> **What this task involves**:
Only a number is wanted here: the number of lines of the data that include "string".

-=-=-

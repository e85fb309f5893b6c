/** The blocks "the model chosen and the comparison that supports it" of a group, from its digest. */
import type { ComparisonDigestRow, ModelComparisonDigest } from './comparison-digest';
import type { Block, Cell, TableBlock, TableColumnSpec } from './model';

const ONE = { kind: 'fixed', decimals: 1 } as const;
const TWO = { kind: 'fixed', decimals: 2 } as const;

/** Columns of the comparison table; the spreadsheet's has a leading group column and the distribution. */
export function comparisonColumns(groupHeader?: string): TableColumnSpec[] {
  return [
    ...(groupHeader ? [{ header: groupHeader }] : []),
    { header: 'Model' },
    ...(groupHeader ? [{ header: 'Distribution' }] : []),
    { header: 'Log-likelihood', format: ONE },
    { header: 'Params', format: { kind: 'integer' } },
    { header: 'AIC', format: ONE },
    { header: 'Delta AIC', format: ONE },
    { header: 'BIC', format: ONE },
    { header: 'Dispersion', format: TWO },
    { header: 'Zeros seen', format: { kind: 'integer' } },
    { header: 'Zeros expected', format: ONE },
    { header: 'Chosen' },
  ];
}

export function comparisonCells(d: ModelComparisonDigest, group?: string): Cell[][] {
  return d.rows.map((r: ComparisonDigestRow) => [
    ...(group !== undefined ? [group] : []),
    r.converged ? r.label : `${r.label} (not converged)`,
    ...(group !== undefined ? [r.distribution] : []),
    r.logLik,
    r.df,
    r.aic,
    r.deltaAic,
    r.bic,
    r.dispersion,
    r.observedZeros,
    r.expectedZeros,
    r.label === d.chosen ? 'yes' : '',
  ]);
}

export function comparisonTable(id: string, subject: string, d: ModelComparisonDigest): TableBlock {
  return {
    kind: 'table',
    id,
    caption: `Models compared for ${subject}`,
    columns: comparisonColumns(),
    rows: comparisonCells(d),
    notes: [
      'Params: estimated parameters. Delta AIC: AIC less the smallest AIC of the models compared; below about 2 two models are about as good (common practice). Dispersion: Pearson chi-square over residual df (about 1 when the variance is right).',
      'A dash: the number does not apply (quasi-Poisson has no likelihood).',
    ],
  };
}

/** A lead sentence naming the chosen model and who chose it, the table, the tests and the reading. */
export function comparisonBlocks(id: string, subject: string, d: ModelComparisonDigest): Block[] {
  const chosen = d.rows.find((r) => r.label === d.chosen);
  const rank = chosen?.deltaAic;
  const aicWords = rank === null || rank === undefined ? '' : rank === 0 ? ' It has the lowest AIC of the models compared.' : ` Its AIC is ${rank.toFixed(1)} above the lowest.`;
  const blocks: Block[] = [
    {
      kind: 'paragraph',
      text: `The trend of ${subject} comes from the model "${d.chosen}", chosen by the analyst from the ${d.rows.length} model${d.rows.length === 1 ? '' : 's'} below.${aicWords}${d.reason ? ` The analyst's reason: ${d.reason}` : ''}`,
      cites: ['aic', ...(d.tests.some((t) => t.test === 'likelihood ratio') ? ['boundaryLr'] : []), ...(d.tests.some((t) => t.test === 'Vuong') ? ['vuong', 'vuongZeros'] : [])],
    },
    comparisonTable(id, subject, d),
  ];
  // The reading already words the likelihood-ratio test; list it only when it does not.
  const worded = d.reading.some((r) => r.includes('LR statistic'));
  const tests = d.tests.filter((t) => t.test === 'Vuong' || !worded);
  if (tests.length) blocks.push({ kind: 'list', title: 'Tests between the models', items: tests.map((t) => t.text) });
  if (d.reading.length) blocks.push({ kind: 'list', title: 'Reading the comparison', items: [...d.reading] });
  return blocks;
}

-=-=-

> **The answer**:
4